AKP soğuk savaş sonrasının yarattığı bir konjonktürün partisidir. Bu konjonktürde radikal İslam’ın enerjisini boşaltması beklenen ılımlı İslami seçeneğin rol modelliği RTE önderliğinde TC’ye verilmişti.
Irak, Libya, Yemen ve birçok Afrika ülkesi başa çıkılması zor çatışmaların içine sürüklenirken Mısır’da askeriyenin ikinci bir kez iktidara el koyması zorunluluk oldu. Bu da yetmedi, Arap ülkelerine model olsun denilen TC’nin kendisi de onlara benzemeye başladı. Buna bir de Asya-Pasifik projesi eklenince, ABD açısından RTE’nin hiçbir “özgül” önemi kalmadı.
RTE, ABD politikalarındaki değişime ayak uyduramayınca da Obama tarafından beyzbol sopasıyla silkelendi. RTE bu durumda “halının altına süpürülmek” yerine bir salto mortale ile yeni konjonktüre geçmeyi deniyor. Bu amaçla da eski düşmanlarıyla çelişkilerini yumuşatmaya, onların enerjilerini Cemaat’in üzerine akıtmasını sağlamaya çalışıyor. Artık TSK da vesayetçi değil destekçi.

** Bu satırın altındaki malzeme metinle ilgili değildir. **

/* Scores of rows against their definition, and the standard errors that follow against published
 * formulas and values. */
#include "scored.h"

static void equals_definition(void **state)
{
    (void)state;
    uint64_t random = 31;
    double at[400];
    for (size_t k = 0; k < effort(400); k++) {
        size_t n = k < 200 ? k : random_below(&random, 201);
        random_columns(at, n, 2, kind_of_case(k, &random), &random);
        const double *x = at, *y = at + n;
        pool p = { 0 };
        struct tau_scores s = scores_of(x, y, n, &p);
        struct tau_counts want = counts_by_definition(x, y, n);
        assert_same_counts(s.counts, want);
        assert_int_equal(s.rows, want.rows);
        for (size_t i = 0; i < n; i++) {
            if (is_gap(x[i]) || is_gap(y[i])) continue;
            double score = 0, differ_x = 0, differ_y = 0;
            size_t place = 0;                        /* by x, then by row */
            for (size_t j = 0; j < n; j++) {
                if (is_gap(x[j]) || is_gap(y[j])) continue;
                score += sign_of(x[i], x[j]) * sign_of(y[i], y[j]);
                differ_x += x[i] != x[j];
                differ_y += y[i] != y[j];
                place += x[j] < x[i] || (x[j] == x[i] && j < i);
            }
            assert_same(s.score[place], score);
            assert_same(s.differ_x[place], differ_x);
            assert_same(s.differ_y[place], differ_y);
        }
        pool_empty(&p);
    }
}

static double centred_squares(const struct tau_scores *s)
{
    double mean = 2 * tau_score(&s->counts) / (double)s->rows, sum = 0;
    for (size_t k = 0; k < s->rows; k++) sum += pow(s->score[k] - mean, 2);
    return sum;
}

/* Variance estimates of tau-a on 13 data sets by the formulas of Fligner & Rust (1982), Samara &
 * Randles (1988) and the jackknife, recomputed in the file with mpmath. Where nothing ties, tau-a
 * is tau-b and the library's errors must be their roots. */
static void published_variances(void **state)
{
    (void)state;
    struct csv *t = csv_read("tau_variance_estimates.csv");
    size_t compared = 0;
    for (size_t k = 0; k < t->rows; k++) {
        bool consistent = csv_is(t, k, "estimator", "consistent_hollander_wolfe");
        if (!consistent && !csv_is(t, k, "estimator", "jackknife")) continue;
        size_t rows;
        double *x = dataset(csv_text(t, k, "dataset"), &rows), error;
        pool p = { 0 };
        struct tau_scores s = scores_of(x, x + rows, rows, &p);
        double n = (double)rows, tau = csv_number(t, k, "tau_a"), squares = centred_squares(&s);
        double first = 2 * (n - 2) / (n * (n - 1) * (n - 1)) * squares;
        double variance = consistent ? 2 / (n * (n - 1)) * (first + 1 - tau * tau)
                                     : 4 * squares / (n * (n - 1) * (n - 2) * (n - 2));
        assert_close(variance, csv_number(t, k, "variance"), 1e-11);
        if (!s.counts.tied_x && !s.counts.tied_y) {
            assert_int_equal(consistent ? tau_error_free(&s, &error)
                                        : tau_error_jackknife(&s, &error), OK);
            assert_close(error, csv_number(t, k, "sd"), 1e-11);
            compared++;
        }
        pool_empty(&p);
        free(x);
    }
    assert_in_range(compared, 4, 26);
    csv_free(t);
}

/* The influence values of tau-b with ties: the root of their sum of squares over the number of
 * pairs is the asymptotic standard error of tau-b (Brown & Benedetti 1977), here for the data sets
 * of the file, recomputed there with mpmath. */
static void influence_with_ties(void **state)
{
    (void)state;
    struct csv *t = csv_read("kendall_examples.csv");
    size_t compared = 0;
    for (size_t k = 0; k < t->rows; k++) {
        double want = csv_number(t, k, "ase_tau_b"), squares = 0, sum = 0, size = 0;
        if (is_gap(want)) continue;
        size_t n;
        double *x = dataset(csv_text(t, k, "dataset"), &n);
        pool p = { 0 };
        struct tau_scores s = scores_of(x, x + n, n, &p);
        assert_int_equal(tau_influence(&s), OK);
        for (size_t i = 0; i < n; i++) {
            squares += s.score[i] * s.score[i];
            sum += s.score[i];
            size += fabs(s.score[i]);
        }
        assert_close(sqrt(squares) / (double)s.counts.pairs, want, 1e-11);
        assert_within(sum, 0, 1e-12 * size);
        compared++;
        pool_empty(&p);
        free(x);
    }
    assert_in_range(compared, 20, 28);
    csv_free(t);
}

/* The jackknife error of tau-b in data sets of which most have ties, and tau-b itself: SciPy's
 * kendalltau with each row left out, in the file. */
static void jackknife_with_ties(void **state)
{
    (void)state;
    struct csv *t = csv_read("tau_b_jackknife.csv");
    size_t tied = 0;
    for (size_t k = 0; k < t->rows; k++) {
        size_t n;
        double *x = dataset(csv_text(t, k, "dataset"), &n), error, tau;
        pool p = { 0 };
        struct tau_scores s = scores_of(x, x + n, n, &p);
        assert_int_equal(n, (size_t)csv_number(t, k, "n"));
        assert_int_equal(tau_b(&s.counts, &tau), OK);
        assert_close(tau, csv_number(t, k, "tau_b"), csv_number(t, k, "tolerance"));
        assert_int_equal(tau_error_jackknife(&s, &error), OK);
        assert_close(error, csv_number(t, k, "jackknife_error"), csv_number(t, k, "tolerance"));
        tied += s.counts.tied_x || s.counts.tied_y;
        pool_empty(&p);
        free(x);
    }
    assert_int_equal(t->rows, 15);
    assert_int_equal(tied, 13);
    csv_free(t);
}

/* h of a pair of rows as in tau_scores.c, straight from its definition. */
static double error_by_definition(const double *x, const double *y, size_t n)
{
    struct tau_counts c = counts_by_definition(x, y, n);
    double a = (double)(c.pairs - c.tied_x), b = (double)(c.pairs - c.tied_y), tau;
    assert_int_equal(tau_b(&c, &tau), OK);
    double zeta1 = 0, zeta2 = 0, m = (double)n;
    for (size_t i = 0; i < n; i++) {
        double row = 0;
        for (size_t j = 0; j < n; j++) {
            if (i == j) continue;
            int in_x = sign_of(x[i], x[j]), in_y = sign_of(y[i], y[j]);
            double h = (in_x * in_y - tau / 2 * (sqrt(b / a) * abs(in_x) + sqrt(a / b) * abs(in_y)))
                     * (double)c.pairs / sqrt(a * b);
            row += h;
            zeta2 += h * h / (m * (m - 1));
        }
        zeta1 += pow(row / (m - 1), 2) / m;
    }
    return sqrt(2 / (m * (m - 1)) * (2 * (m - 2) * zeta1 + zeta2));
}

/* Both errors, ties or not, against their definitions: the U-statistic's, and leaving out rows. */
static void errors_equal_definitions(void **state)
{
    (void)state;
    uint64_t random = 8;
    double at[160], part[160];
    for (size_t k = 0; k < effort(100); k++) {
        size_t n = 5 + random_below(&random, 75);
        random_columns(at, n, 2, (struct kind_of_pair){ k % 2, false, 0.7 }, &random);
        for (size_t i = 0; i < 3; i++) at[i] = at[n + i] = 50 + (double)i;
        pool p = { 0 };
        struct tau_scores s = scores_of(at, at + n, n, &p);
        double jackknife, error, mean = 0, squares = 0, tau[80];
        assert_int_equal(tau_error_jackknife(&s, &jackknife), OK);
        assert_int_equal(tau_error_free(&s, &error), OK);
        assert_close(error, error_by_definition(at, at + n, n), 1e-11);
        for (size_t left_out = 0; left_out < n; left_out++) {
            for (size_t i = 0, to = 0; i < n; i++) {
                if (i == left_out) continue;
                part[to] = at[i];
                part[n - 1 + to++] = at[n + i];
            }
            struct tau_counts c = counts_by_definition(part, part + n - 1, n - 1);
            assert_int_equal(tau_b(&c, &tau[left_out]), OK);
            mean += tau[left_out] / (double)n;
        }
        for (size_t i = 0; i < n; i++) squares += pow(tau[i] - mean, 2);
        assert_within(jackknife, sqrt((double)(n - 1) / (double)n * squares), 1e-12);
        pool_empty(&p);
    }
}

/* By definition: nothing to estimate from, nothing that varies, perfect dependence. */
static void special_cases(void **state)
{
    (void)state;
    double x[] = { 1, 2, 3, 4 }, flat[] = { 1, 1, 1, 1 }, step[] = { 0, 0, 0, 1 }, error;
    pool p = { 0 };
    struct tau_scores s = scores_of(x, x, 2, &p);
    assert_int_equal(tau_error_free(&s, &error), TOO_FEW);
    assert_int_equal(tau_error_jackknife(&s, &error), TOO_FEW);
    s = scores_of(x, flat, 4, &p);
    assert_int_equal(tau_error_free(&s, &error), NO_VARIATION);
    assert_int_equal(tau_influence(&s), NO_VARIATION);
    s = scores_of(x, step, 4, &p);
    assert_int_equal(tau_error_jackknife(&s, &error), NO_VARIATION);
    s = scores_of(x, x, 4, &p);
    assert_int_equal(tau_error_jackknife(&s, &error), OK);
    assert_same(error, 0);
    assert_int_equal(tau_error_free(&s, &error), OK);
    assert_same(error, 0);
    pool_empty(&p);
}

static void memory(void **state)
{
    (void)state;
    pool p = { 0 };
    struct score_room *room;
    assert_int_equal(new_score_room(1000, &room, &p), OK);
    assert_in_range(p.bytes, 1, 1000 * 48);
    for (size_t k = 1; k <= p.taken; k++) {
        pool failing = { .fail_at = k };
        assert_int_equal(new_score_room(1000, &room, &failing), NO_MEMORY);
        pool_empty(&failing);
    }
    pool_empty(&p);
}

int main(void)
{
    const struct CMUnitTest tests[] = {
        cmocka_unit_test(equals_definition), cmocka_unit_test(published_variances),
        cmocka_unit_test(influence_with_ties), cmocka_unit_test(jackknife_with_ties),
        cmocka_unit_test(errors_equal_definitions), cmocka_unit_test(special_cases),
        cmocka_unit_test(memory),
    };
    return cmocka_run_group_tests_name("tau_scores", tests, NULL, NULL);
}
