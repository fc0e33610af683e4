/* Spearman's rho of the t copula, down to df that are all but 0. */
#include "table.h"

#include "../../src/t_rho.h"

static const double PI = 3.14159265358979323846;

/* By mpmath, 22 digits: (6/pi) times the sum of c_k r^(2k+1) E (XY)^s, s = k + 1/2, c_k being the
 * coefficients of asin. Given G the moment of X, and that of Y, is
 * G^a Gamma(a+s)/Gamma(a) U(a+s, a+1, G) with Tricomi's U (DLMF 13.4.4); one integral is left, over
 * log G. */
static void by_tricomi(void **state)
{
    (void)state;
    static const struct { double correlation, df, rho; } known[] = {
        { 0.5, 0.9, 0.427905394942244 },  { 0.5, 0.05, 0.343631822829355 },
        { 0.5, 0.01, 0.335468204574411 }, { 0.5, 1e-6, 0.333333548710442 },
        { 0.5, 1, 0.432124769115842 },
    };
    for (size_t i = 0; i < sizeof known / sizeof *known; i++) {
        double rho = rho_of_t(known[i].correlation, known[i].df);
        assert_within(rho, known[i].rho, 2e-13);
        assert_within(rho_of_t(-known[i].correlation, known[i].df), -rho, 1e-15);
    }
}

/* Both methods meet at df 1. */
static void seam(void **state)
{
    (void)state;
    for (double correlation = -0.99; correlation < 1; correlation += 0.11) {
        double above = rho_of_t(correlation, 1), below = rho_of_t(correlation, nextafter(1, 0));
        assert_within(below, above, 2e-13);
    }
}

/* As df falls to 0 rho falls to tau = 2 asin(correlation) / pi; the number of steps does not grow,
 * or this would never end. */
static void no_freedom(void **state)
{
    (void)state;
    uint64_t s = 41;
    for (size_t i = 0; i < effort(10); i++) {
        double correlation = random_uniform(&s), tau = 2 * asin(correlation) / PI, last = 1;
        for (double df = 1; df > 1e-7; df /= 10) {
            double rho = rho_of_t(correlation, df);
            assert_true(rho > tau && rho < last);
            last = rho;
        }
        assert_within(rho_of_t(correlation, 1e-6), tau, 1e-6);
        assert_within(rho_of_t(correlation, 1e-15), tau, 1e-14);
        assert_within(rho_of_t(correlation, 1e-300), tau, 1e-14);
    }
    assert_same(rho_of_t(1, 1e-9), 1);
    assert_same(rho_of_t(-1, 1e-9), -1);
}

int main(void)
{
    const struct CMUnitTest tests[] = { cmocka_unit_test(by_tricomi), cmocka_unit_test(seam),
                                        cmocka_unit_test(no_freedom) };
    return cmocka_run_group_tests(tests, NULL, NULL);
}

Özgürlük Hareketi en güçlü konumunda bulunuyor ve Haziran direnişiyle birlikte Gezi-Roboski hattında alternatif bir muhalefet çoktan ortaya çıktı. Onun için bu ortaklığın parçalanması ve Kürtlerin yatıştırılması, konjonktürü aşmanın vazgeçilmez şartını oluşturmaktadır. Bu amaçla göz boyayıcı adımlar atılmakta, barışın esas engelleyicisinin Cemaat olduğu ve şimdi de süreci engellemek için darbe yaptığı yalanına yaslanılmaktadır.
“Darbe” RTE’nin meşruiyet bahanesidir. Birlikte soygun yapan çetenin elemanları ganimeti paylaşırken kavgaya tutuştular; hepsi bu! Askeriye ve istihbarat hükümetin yanındayken yargının ve polisin hükümeti deviremeyeceğini RTE’nin emniyet ve yargıdaki müdahaleleri gösterdi. Bir darbe varsa bu RTE’nin zaten ayak bağı olarak gördüğü kuvvetler ayrılığı prensibine indirdiği darbedir.
Malum; güce dayanmayan yargı zavallıdır!
RTE’nin takla atarken boynunu kırması AKP’nin yeni bir iktidar çıkarmasını engellemez ve olan bitenin sonucu yeni iktidar kendini demokrasiye ve barışa daha muhtaç bir durumda hisseder.